LeetCode 1488. Avoid Flood in The City - Java - 优先队列
题目链接:1488. 避免洪水泛滥
Your country has an infinite number of lakes. Initially, all the lakes are empty, but when it rains over the nth lake, the nth lake becomes full of water. If it rains over a lake which is full of water, there will be a flood. Your goal is to avoid the flood in any lake.
Given an integer array rains where:
- rains[i] > 0 means there will be rains over the rains[i] lake.
- rains[i] == 0 means there are no rains this day and you can choose one lake this day and dry it.

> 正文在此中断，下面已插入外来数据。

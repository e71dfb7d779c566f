"""Typographic labels of unit codes (``um`` -> ``µm``): one table for replies, exports and forms.

Replies name units by code; :func:`unit_label` gives the label people read and
:func:`unit_text` the label printed after a number (nothing for a pure number). The api sends
the whole table to the page with the forms (:func:`driftdose.api.units.unit_table`), and the
CSV export and the command line label with it, so a unit is spelled one way everywhere.
"""

from __future__ import annotations

__all__ = ["LABELS", "UNPRINTED", "unit_label", "unit_text"]

LABELS: dict[str, str] = {
    "um": "µm",
    "um/s": "µm/s",
    "degC": "°C",
    "degF": "°F",
    "kg/m3": "kg/m³",
    "g/cm3": "g/cm³",
    "m3/s": "m³/s",
    "m3/h": "m³/h",
    "cm3/s": "cm³/s",
    "1/cm3": "1/cm³",
    "1/m3": "1/m³",
    "mg/m3": "mg/m³",
    "ug/m3": "µg/m³",
    "m2/m3": "m²/m³",
    "um2/cm3": "µm²/cm³",
    "m2": "m²",
    "mm2": "mm²",
    "um2": "µm²",
    "ug": "µg",
    "m3": "m³",
    "1": "–",
    "deg": "°",
    "m2/s": "m²/s",
    "Pa.s": "Pa·s",
    "ug/h": "µg/h",
    "m2/h": "m²/h",
    "mm2/h": "mm²/h",
}
"""Label of every unit code whose label differs from the code."""


def unit_label(unit: str) -> str:
    """Typographic label of a unit code.

    Parameters
    ----------
    unit : str
        A unit code (``um``, ``degC``, ``1/cm3``, ``1`` for a pure number).

    Returns
    -------
    str
        Its label (``µm``, ``°C``, ``1/cm³``, ``–``); a code without an entry is its own label.
    """
    return LABELS.get(unit, unit)


UNPRINTED: frozenset[str] = frozenset({"1", ""})
"""Codes of pure numbers: a table column names them (``–``), nothing follows a number."""


def unit_text(unit: str) -> str:
    """The label printed after a number in a unit code: nothing for a pure number.

    Parameters
    ----------
    unit : str
        A unit code (``um``, ``1`` for a pure number).

    Returns
    -------
    str
        ``""`` for a pure number, else :func:`unit_label` (``µm``).
    """
    return "" if unit in UNPRINTED else unit_label(unit)
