"""Lung-deposited surface area (LDSA): deposited particle surface per volume of inhaled air.

LDSA of a region is the surface area of the particles in one unit volume of air that
deposit in that region when the air is breathed:

    LDSA_r = integral of DF_r(d) dS(d) = sum over sizes of S(d) DF_r(d)   [m^2/m^3]

with dS(d) the airborne surface-area concentration per size and DF_r the regional deposition
fraction of the chosen model. It is the quantity that diffusion-charger surface-area
monitors report, usually in um^2/cm^3 (1 m^2/m^3 = 10^6 um^2/cm^3), for the alveolar and
the tracheobronchial region, using the ICRP 66 deposition curves of a reference worker
(Fissan et al. 2007, J. Nanopart. Res. 9:53-59; Asbach et al. 2009, J. Nanopart. Res.
11:101-109; both from memory). Here the deposition fractions are those of the model and
breathing the user chose, so the value is the one that model gives, not that of a monitor.

Surface area is that of spheres of the model's diameter (volume-equivalent spheres, or for
agglomerates described by an effective density the mobility-equivalent sphere); the real
surface of an agglomerate of primary particles is larger.
"""

from __future__ import annotations

from .dose import DoseResult

__all__ = ["LDSA_GROUPS", "lung_deposited_surface_area"]

LDSA_GROUPS: dict[str, dict[str, tuple[str, ...]]] = {
    "icrp66": {
        "alveolar": ("AI",),
        "tracheobronchial": ("BB", "bb"),
        "total": ("total",),
    },
    "simplified": {
        "alveolar": ("alveolar",),
        "tracheobronchial": ("tracheobronchial",),
        "total": ("total",),
    },
}
"""Regions summed for each LDSA value, by model: alveolar (ICRP AI), tracheobronchial (ICRP
BB + bb) and total (every region, the head airways included)."""


def lung_deposited_surface_area(result: DoseResult) -> dict[str, float]:
    """Alveolar, tracheobronchial and total LDSA of a dose result.

    Parameters
    ----------
    result : DoseResult
        Output of :func:`driftdose.dose.deposited_dose`.

    Returns
    -------
    dict
        ``alveolar``, ``tracheobronchial`` and ``total``: deposited particle surface area
        per volume of inhaled air. [m^2/m^3]

    Notes
    -----
    LDSA_r = S DF_r,S with S the airborne surface-area concentration [m^2/m^3] and DF_r,S the
    surface-weighted deposition fraction of region r (the definition behind diffusion-charger
    LDSA monitors, Fissan et al. 2007; from memory). The regions of each value are in
    :data:`LDSA_GROUPS`.

    Examples
    --------
    >>> from driftdose.distribution import BinnedSpectrum
    >>> from driftdose.deposition import REFERENCE_WORKER
    >>> from driftdose.dose import deposited_dose
    >>> one_size = BinnedSpectrum((100e-9, 200e-9), (1e10, 0.0))  # 10^4 per cm^3 of 100 nm
    >>> r = deposited_dose(one_size, REFERENCE_WORKER, 3600.0)
    >>> ldsa = lung_deposited_surface_area(r)
    >>> s = 1e10 * 3.141592653589793 * (100e-9) ** 2  # 3.14e-4 m^2/m^3 = 314 um^2/cm^3
    >>> abs(ldsa["alveolar"] - s * r.fractions["AI"]["number"]) < 1e-12 * s
    True

    """
    try:
        groups = LDSA_GROUPS[result.model]
    except KeyError:
        raise ValueError(f"no LDSA regions for model {result.model!r}") from None
    surface = result.ambient["surface"]
    return {
        key: sum(result.fractions[r]["surface"] for r in regions) * surface
        for key, regions in groups.items()
    }
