"""Equivalent diameters of non-spherical particles and agglomerates, and effective density.

Instruments report different equivalent diameters of the same particle: a differential
mobility analyser the electrical *mobility* diameter, an impactor or time-of-flight sizer the
*aerodynamic* diameter, an optical counter a light-scattering diameter (taken here as the
*volume-equivalent* diameter, an assumption stated to the user), a microscope a *geometric*
size (also taken as volume-equivalent). This module converts between them with the relations
collected by DeCarlo et al. (2004), all for particles in Stokes flow with slip:

- mobility diameter d_m:  d_m / Cc(d_m) = chi d_ve / Cc(d_ve)
  (same mobility as the particle; chi the dynamic shape factor in the transition regime);
- aerodynamic diameter d_a:  rho_0 d_a^2 Cc(d_a) = rho_p d_ve^2 Cc(d_ve) / chi
  (same settling velocity; Hinds 1999, eq. 3.30 with slip);
- mass-mobility effective density rho_eff = 6 m / (pi d_m^3) = rho_p (d_ve / d_m)^3,
  which links mobility and aerodynamic diameters directly:
  rho_0 d_a^2 Cc(d_a) = rho_eff d_m^2 Cc(d_m).

The last line follows from the first two and the definition of rho_eff (settling velocity =
m g B, with the mobility B of the sphere d_m); DeCarlo et al. (2004) list it among their
effective-density definitions. The equations are quoted from memory of that paper; its
equation numbers are not given here because they were not checked against the text.

:class:`ParticleDescription` turns the user's description of the particles (a material
density with a shape factor, or an effective density) into the sphere the models compute
with, and a measured diameter of any type into that sphere's diameter:

- ``material`` basis: spheres of the volume-equivalent diameter, density rho_p, shape
  factor chi (compact particles; the models use chi where they use it);
- ``effective`` basis: the *mobility-equivalent sphere* of diameter d_m and density rho_eff
  with shape factor 1. It has the particle's mass (by the definition of rho_eff), its
  mobility, hence its diffusion coefficient, and its relaxation time m B, hence its
  aerodynamic diameter and inertial behaviour, exactly, at every size; only its surface area
  (pi d_m^2) and the drag beyond Stokes flow are those of a sphere. The shape factor is used
  only to relate d_m to a volume-equivalent (or optical) diameter the user enters.

Slip is by :func:`driftdose.particle.slip_correction` (Kim et al. 2005), at the air's
temperature and pressure.
"""

from __future__ import annotations

import math
from collections.abc import Callable
from dataclasses import dataclass

from . import particle
from .constants import P_DEFAULT, T_DEFAULT
from .particle.equivalent import equal_mobility_diameter

__all__ = [
    "DENSITY_BASES",
    "DIAMETER_TYPES",
    "ParticleDescription",
    "aerodynamic_from_mobility",
    "effective_density",
    "mobility_diameter",
    "mobility_from_aerodynamic",
    "volume_equivalent_from_mobility",
]

DIAMETER_TYPES = ("volume_equivalent", "optical", "mobility", "aerodynamic")
"""Diameter types a measured size can be: volume-equivalent (geometric), optical (taken as
volume-equivalent), electrical mobility, aerodynamic."""

DENSITY_BASES = ("material", "effective")
"""``material``: particle (material) density with a dynamic shape factor; ``effective``:
mass-mobility effective density (DeCarlo et al. 2004)."""


def mobility_diameter(
    d_ve: float, shape_factor: float = 1.0, T: float = T_DEFAULT, P: float = P_DEFAULT
) -> float:
    """Electrical mobility diameter of a particle of volume-equivalent diameter ``d_ve``.

    Parameters
    ----------
    d_ve : float
        Volume-equivalent diameter. [m]
    shape_factor : float
        Dynamic shape factor chi (transition-regime definition), >= 1. [-]
    T : float
        Temperature. [K]
    P : float
        Pressure. [Pa]

    Returns
    -------
    float
        Mobility diameter d_m: the sphere with the particle's mobility. [m]

    Notes
    -----
    Solves d_m / Cc(d_m) = chi d_ve / Cc(d_ve) (DeCarlo et al. 2004, Aerosol Sci. Technol.
    38:1185-1205, mobility diameter and dynamic shape factor; from memory). In the continuum
    limit d_m = chi d_ve; in the free-molecular limit (Cc proportional to 1/d)
    d_m = sqrt(chi) d_ve. For spheres (chi = 1) d_m = d_ve.

    Examples
    --------
    >>> round(mobility_diameter(100e-9, 1.0) * 1e9, 6)
    100.0

    """
    # the same equation (equal mechanical mobility) is solved once, in particle
    return particle.mobility_diameter(d_ve, shape_factor, T, P)


def volume_equivalent_from_mobility(
    d_m: float, shape_factor: float = 1.0, T: float = T_DEFAULT, P: float = P_DEFAULT
) -> float:
    """Volume-equivalent diameter of a particle of mobility diameter ``d_m``.

    Parameters
    ----------
    d_m : float
        Mobility diameter. [m]
    shape_factor : float
        Dynamic shape factor chi, >= 1. [-]
    T : float
        Temperature. [K]
    P : float
        Pressure. [Pa]

    Returns
    -------
    float
        Volume-equivalent diameter d_ve. [m]

    Notes
    -----
    The relation of :func:`mobility_diameter` (DeCarlo et al. 2004) solved for d_ve.

    """
    if shape_factor == 1.0:
        return d_m
    # the relation of mobility_diameter, solved once in particle
    return equal_mobility_diameter(d_m, 1.0 / shape_factor, T, P)


def effective_density(
    d_ve: float,
    density: float,
    shape_factor: float = 1.0,
    T: float = T_DEFAULT,
    P: float = P_DEFAULT,
) -> float:
    """Mass-mobility effective density of a particle.

    Parameters
    ----------
    d_ve : float
        Volume-equivalent diameter. [m]
    density : float
        Particle (material) density rho_p. [kg/m^3]
    shape_factor : float
        Dynamic shape factor chi. [-]
    T : float
        Temperature. [K]
    P : float
        Pressure. [Pa]

    Returns
    -------
    float
        rho_eff = 6 m / (pi d_m^3) = rho_p (d_ve / d_m)^3. [kg/m^3]

    Notes
    -----
    Definition of the effective density measured by mobility and mass classification
    (DeCarlo et al. 2004; McMurry et al. 2002, Aerosol Sci. Technol. 36:227; from memory).
    In the continuum limit rho_eff = rho_p / chi^3.

    """
    return density * (d_ve / mobility_diameter(d_ve, shape_factor, T, P)) ** 3


def aerodynamic_from_mobility(
    d_m: float, effective_density: float, T: float = T_DEFAULT, P: float = P_DEFAULT
) -> float:
    """Aerodynamic diameter of a particle of mobility diameter ``d_m``.

    Parameters
    ----------
    d_m : float
        Mobility diameter. [m]
    effective_density : float
        Mass-mobility effective density. [kg/m^3]
    T : float
        Temperature. [K]
    P : float
        Pressure. [Pa]

    Returns
    -------
    float
        Aerodynamic diameter d_a. [m]

    Notes
    -----
    rho_0 d_a^2 Cc(d_a) = rho_eff d_m^2 Cc(d_m), rho_0 = 1000 kg/m^3 (DeCarlo et al. 2004;
    from memory): the settling velocity m g B written once with the mobility-equivalent
    sphere and once with the unit-density sphere. It is the aerodynamic diameter of a sphere
    of diameter d_m and density rho_eff, so it is computed by
    :func:`driftdose.particle.aerodynamic_diameter`.

    """
    return particle.aerodynamic_diameter(d_m, effective_density, 1.0, T, P)


def mobility_from_aerodynamic(
    d_a: float, effective_density: float, T: float = T_DEFAULT, P: float = P_DEFAULT
) -> float:
    """Mobility diameter of a particle of aerodynamic diameter ``d_a``.

    Parameters
    ----------
    d_a : float
        Aerodynamic diameter. [m]
    effective_density : float
        Mass-mobility effective density. [kg/m^3]
    T : float
        Temperature. [K]
    P : float
        Pressure. [Pa]

    Returns
    -------
    float
        Mobility diameter d_m. [m]

    Notes
    -----
    The relation of :func:`aerodynamic_from_mobility` solved for d_m.

    """
    return particle.volume_equivalent_diameter(d_a, effective_density, 1.0, T, P)


def _same(d: float) -> float:
    """The diameter itself [m]: the measured type is the model sphere's."""
    return d


@dataclass(frozen=True)
class ParticleDescription:
    """How the user describes the particles, and the sphere the models compute with.

    Attributes
    ----------
    density : float
        Particle (material) density for the ``material`` basis, mass-mobility effective
        density for the ``effective`` basis. [kg/m^3]
    shape_factor : float
        Dynamic shape factor chi. [-]
    basis : str
        ``material`` or ``effective`` (:data:`DENSITY_BASES`).

    """

    density: float
    shape_factor: float = 1.0
    basis: str = "material"

    def __post_init__(self) -> None:
        """Reject a basis or values no particle can have."""
        if self.basis not in DENSITY_BASES:
            raise ValueError(f"unknown density basis {self.basis!r}; valid: {DENSITY_BASES}")
        if not (self.density > 0.0 and math.isfinite(self.density)):
            raise ValueError("density must be positive")
        if not (self.shape_factor >= 1.0 and math.isfinite(self.shape_factor)):
            raise ValueError("shape_factor must be at least 1")

    @property
    def coordinate(self) -> str:
        """Diameter the models' size axis holds: ``volume_equivalent`` or ``mobility``."""
        return "volume_equivalent" if self.basis == "material" else "mobility"

    @property
    def model_density(self) -> float:
        """Density of the sphere the models compute with. [kg/m^3]"""
        return self.density

    @property
    def model_shape_factor(self) -> float:
        """Shape factor of the sphere the models compute with. [-]"""
        return self.shape_factor if self.basis == "material" else 1.0

    def to_model(
        self, d: float, diameter_type: str, T: float = T_DEFAULT, P: float = P_DEFAULT
    ) -> float:
        """Diameter of the model sphere for a measured diameter ``d`` [m] of ``diameter_type``.

        Optical and geometric sizes are taken as volume-equivalent. Each conversion is
        monotone in size, so a median of a distribution converts to the median of the
        converted distribution exactly.
        """
        return self._conversions(diameter_type, T, P)[0](d)

    def from_model(
        self, d: float, diameter_type: str, T: float = T_DEFAULT, P: float = P_DEFAULT
    ) -> float:
        """Diameter of ``diameter_type`` [m] of the particle whose model diameter is ``d``."""
        return self._conversions(diameter_type, T, P)[1](d)

    def _conversions(
        self, diameter_type: str, T: float, P: float
    ) -> tuple[Callable[[float], float], Callable[[float], float]]:
        """(measured to model, model to measured) diameter [m] for ``diameter_type``.

        One table for both directions, so that each pair stays a pair of inverses.
        """
        if diameter_type not in DIAMETER_TYPES:
            raise ValueError(f"unknown diameter type {diameter_type!r}; valid: {DIAMETER_TYPES}")
        rho, chi = self.density, self.shape_factor
        if diameter_type == "aerodynamic":
            if self.basis == "material":
                return (
                    lambda d: particle.volume_equivalent_diameter(d, rho, chi, T, P),
                    lambda d: particle.aerodynamic_diameter(d, rho, chi, T, P),
                )
            return (
                lambda d: mobility_from_aerodynamic(d, rho, T, P),
                lambda d: aerodynamic_from_mobility(d, rho, T, P),
            )
        measured = "mobility" if diameter_type == "mobility" else "volume_equivalent"
        if measured == self.coordinate:
            return _same, _same

        def to_mobility(d: float) -> float:
            return mobility_diameter(d, chi, T, P)

        def to_volume_equivalent(d: float) -> float:
            return volume_equivalent_from_mobility(d, chi, T, P)

        if self.basis == "material":
            return to_volume_equivalent, to_mobility
        return to_mobility, to_volume_equivalent

    def implied_material_density(
        self, d: float, T: float = T_DEFAULT, P: float = P_DEFAULT
    ) -> float:
        """Particle density rho_p that the description implies at model diameter ``d``.

        For the ``effective`` basis rho_p = rho_eff (d_m / d_ve)^3 (the definition of
        rho_eff inverted); a value above any material's density shows that the effective
        density and shape factor do not fit together. [kg/m^3]
        """
        if self.basis == "material":
            return self.density
        d_ve = volume_equivalent_from_mobility(d, self.shape_factor, T, P)
        return self.density * (d / d_ve) ** 3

Return an array ans where:
- ans.length == rains.length
- ans[i] == -1 if rains[i] > 0.
- ans[i] is the lake you choose to dry in the ith day if rains[i] == 0.
If there are multiple valid answers return any of them. If it is impossible to avoid flood return an empty array.
Notice that if you chose to dry a full lake, it becomes empty, but if you chose to dry an empty lake, nothing changes. (see example 4)
Example 1:
Input: rains = [1,2,3,4]
Output: [-1,-1,-1,-1]
Explanation: After the first day full lakes are [1]
After the second day full lakes are [1,2]
After the third day full lakes are [1,2,3]
After the fourth day full lakes are [1,2,3,4]
There’s no day to dry any lake and there is no flood in any lake.
Example 2:
Input: rains = [1,2,0,0,2,1]
Output: [-1,-1,2,1,-1,-1]
Explanation: After the first day full lakes are [1]
After the second day full lakes are [1,2]
After the third day, we dry lake 2. Full lakes are [1]
After the fourth day, we dry lake 1. There is no full lakes.
After the fifth day, full lakes are [2].
After the sixth day, full lakes are [1,2].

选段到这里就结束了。